→ Exercise instructions
Since only the total is wanted, give the number of lines in the listing below that hold the string "single" and add nothing.

→ Dataset entries

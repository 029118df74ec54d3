//! Per-batch drift statistics: how far a new batch of one column has moved
//! away from the reference data the serving model was trained on.
//!
//! * Number columns: the two-sample Kolmogorov–Smirnov test ([`ks_two_sample`])
//!   and the Population Stability Index over reference-quantile bins
//!   ([`psi_samples`], [`psi_from_shares`]).
//! * Category columns: the chi-square test of homogeneity
//!   ([`chi_square_homogeneity`]) and the share of batch rows whose category
//!   the reference never saw ([`category_drift`]).
//! * [`ColumnDrift`] holds one column's result and, with [`Thresholds`], says
//!   whether it should be flagged and why.
//!
//! Pure: no I/O, no allocation beyond sorted copies and small vectors. Bad
//! input (empty samples, non-finite values, ragged tables, share vectors
//! that do not sum to one) gives a [`DriftError`], never a panic.

use std::collections::BTreeMap;
use std::f64::consts::PI;

use serde::{Deserialize, Serialize};

/// Why a drift statistic could not be computed.
#[derive(Debug, Clone, PartialEq, thiserror::Error)]
pub enum DriftError {
    #[error("the {which} sample is empty")]
    EmptySample { which: &'static str },
    #[error("the {which} sample holds a non-finite value ({value}) at index {index}")]
    NonFinite {
        which: &'static str,
        index: usize,
        value: f64,
    },
    #[error("significance level must lie strictly between 0 and 1, got {0}")]
    BadAlpha(f64),
    #[error("the number of bins must be at least 1")]
    NoBins,
    #[error("share vectors differ in length: reference {reference}, new {new}")]
    LengthMismatch { reference: usize, new: usize },
    #[error("{which} share {index} is {value}; shares must be finite and in [0, 1]")]
    BadShare {
        which: &'static str,
        index: usize,
        value: f64,
    },
    #[error("{which} shares sum to {sum}, not 1")]
    SharesNotNormalised { which: &'static str, sum: f64 },
    #[error("a contingency table needs at least 2 rows (samples), got {0}")]
    TooFewRows(usize),
    #[error("contingency table row {row} has {got} columns, row 0 has {expected}")]
    RaggedTable {
        row: usize,
        got: usize,
        expected: usize,
    },
    #[error("contingency table row {0} has no counts")]
    EmptyRow(usize),
    #[error("threshold {name} is {value}, outside its allowed range")]
    BadThreshold { name: &'static str, value: f64 },
}
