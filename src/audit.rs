//! The audit log: event types, the hash chain, the `audit.jsonl` mirror,
//! query filters and chain verification.
//!
//! Each entry is one JSON object on one line. Its `hash` is the blake3 of
//! the entry's canonical JSON without the `hash` field (keys sorted, no
//! spaces), and that JSON includes `prev`, the hash of the entry before, so
//! editing, deleting, inserting or reordering any entry breaks the chain
//! from that point on. The chain logic is pure; only `Mirror` touches disk.

use std::collections::BTreeMap;
use std::fs;
use std::io::Write;
use std::path::{Path, PathBuf};

use chrono::{DateTime, SecondsFormat, Utc};
use serde::{Deserialize, Serialize};

use crate::ids::{AuditSeq, BatchId, ModelId};

/// `prev` of the first entry.
pub const GENESIS: &str = "0000000000000000000000000000000000000000000000000000000000000000";

/// Most new category values one `batch-accepted` entry lists per column:
/// an entry must stay far below sled's blob threshold (a batch with 20,000
/// new values listed them in 300 KiB), and the rest are in the vocabulary.
pub const NEW_VALUES_LISTED: usize = 100;
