def one_mode(tmp):
    """The many-mode engine on one mode against the single-mode kernel: both
    exact to the tolerance 1e-12 (docs/theory.md sections 4 and 9), so the
    rates must agree to about 1e-12 relative."""
    out = {}
    for name, extra in (("kernel", ""), ("odorant", "[model]\nodorant = one\n[odorant.one]\n"
                                         "mode = 1600 cm-1\nhuang_rhys = 0.3\n")):
        d = os.path.join(tmp, "one-" + name)
        os.makedirs(d)
        with open(os.path.join(d, "c.ini"), "w") as fh:
            fh.write(ONE % extra)
        r = subprocess.run([BINARY, "sweep", os.path.join(d, "c.ini"), "--quiet",
                            "--out", os.path.join(d, "out")], capture_output=True, text=True)
        if r.returncode != 0:
            report(False, "one-mode sweep (%s) runs" % name, r.stderr.strip())
            return
        with netCDF4.Dataset(os.path.join(d, "out", "sweep.nc")) as ds:
            out[name] = {k: np.array(ds[k][:], dtype=float)
                         for k in ("log10_k_total", "log10_k_elastic", "log10_k_assisted")}
    worst = max(np.max(np.abs(out["kernel"][k] - out["odorant"][k])) * math.log(10)
                for k in out["kernel"])
    report(worst < 1e-10, "an odorant given by 'mode' and 'huang_rhys' sweeps as the single "
           "mode does (worst relative difference %.1e, limit 1e-10)" % worst, "")


# The demo's twenty-mode tables, engine = fft against engine = sum.
DEMO_TABLES = os.path.join(os.path.dirname(os.path.dirname(os.path.dirname(
    os.path.abspath(__file__)))), "configs", "odorants")
FFT = """[parameters]
gap = %s
reorganization = 60, 120 meV
electronic_coupling = 1 meV
huang_rhys = 0.05
mode = 2950 cm-1
temperature = 310 K
[model]
odorant = velarone
against = velarone-d
engine = %s
[odorant.velarone]
modes = %s/velarone.csv
[odorant.velarone-d]
modes = %s/velarone-d.csv
[output]
data = netcdf
"""


def fft_engine(tmp):
    """The time-domain FFT engine (docs/theory.md section 9.3) against the
    sum engine on a sweep: the issue's agreement is 1e-6 relative wherever the
    rate is above 1e-10 of its maximum; outside its dynamic range the FFT
    sweep must stop with one line instead of storing noise."""
    out, runs = {}, {}
    for eng in ("sum", "fft"):
        d = os.path.join(tmp, "fft-" + eng)
        os.makedirs(d)
        with open(os.path.join(d, "c.ini"), "w") as fh:
            fh.write(FFT % ("200 .. 500 meV, 31 points", eng, DEMO_TABLES, DEMO_TABLES))
        r = subprocess.run([BINARY, "sweep", os.path.join(d, "c.ini"), "--quiet",
                            "--out", os.path.join(d, "out")], capture_output=True, text=True)
        runs[eng] = r
        if r.returncode == 0:
            with netCDF4.Dataset(os.path.join(d, "out", "sweep.nc")) as ds:
                out[eng] = {k: np.array(ds[k][:], dtype=float) for k in ds.variables
                            if ds[k].dimensions == ("reorganization", "gap")}
    report(len(out) == 2, "a twenty-mode sweep runs with engine = sum and engine = fft",
           runs["fft"].stderr.strip())
    if len(out) != 2:
        return
    names = sorted(out["fft"])
    report(names == ["discrimination", "log10_contrast", "log10_discrimination", "log10_k_bare",
                     "log10_k_total"],
           "engine = fft stores the total-rate metrics only", str(names))
    worst = max(np.max(np.abs(out["fft"][k] - out["sum"][k])) * math.log(10)
                for k in ("log10_k_total", "log10_discrimination"))
    report(worst < 1e-6, "FFT sweep against sum sweep: log10_k_total and the discrimination "
           "within 1e-6 relative (worst %.1e)" % worst, "")
    r = subprocess.run([BINARY, "check", os.path.join(tmp, "fft-fft", "c.ini")],
                       capture_output=True, text=True)
    want = ("odorant: velarone (20 modes) in place of the single mode (huang_rhys and mode "
            "unused), against velarone-d (20 modes), FFT engine")
    report(r.returncode == 0 and want in r.stdout.splitlines(),
           "check names the mapped odorant, the one compared against and the engine",
           r.stdout[-300:] + r.stderr)
    d = os.path.join(tmp, "fft-wide")
    os.makedirs(d)
    with open(os.path.join(d, "c.ini"), "w") as fh:
        fh.write(FFT % ("-1000 .. 2000 meV, 61 points", "fft", DEMO_TABLES, DEMO_TABLES))
    r = subprocess.run([BINARY, "sweep", os.path.join(d, "c.ini"), "--quiet",
                        "--out", os.path.join(d, "out")], capture_output=True, text=True)
    # the first failing row in grid order (reorganization 60 meV) is the
    # one named, whichever thread met a later one
    report(r.returncode == 1 and r.stderr.count("\n") == 1
           and "below the FFT's dynamic range" in r.stderr
           and "gap -1000 meV" in r.stderr and "reorganization 60 meV" in r.stderr
           and not os.path.exists(os.path.join(d, "out", "sweep.nc")),
           "beyond its dynamic range the FFT sweep stops: status 1, one line, no sweep.nc",
           "%d %s" % (r.returncode, r.stderr.strip()))


with tempfile.TemporaryDirectory() as top:
    single(top)
    one_mode(top)
    fft_engine(top)
main()
sys.exit(1 if failed() else 0)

→ Written response
4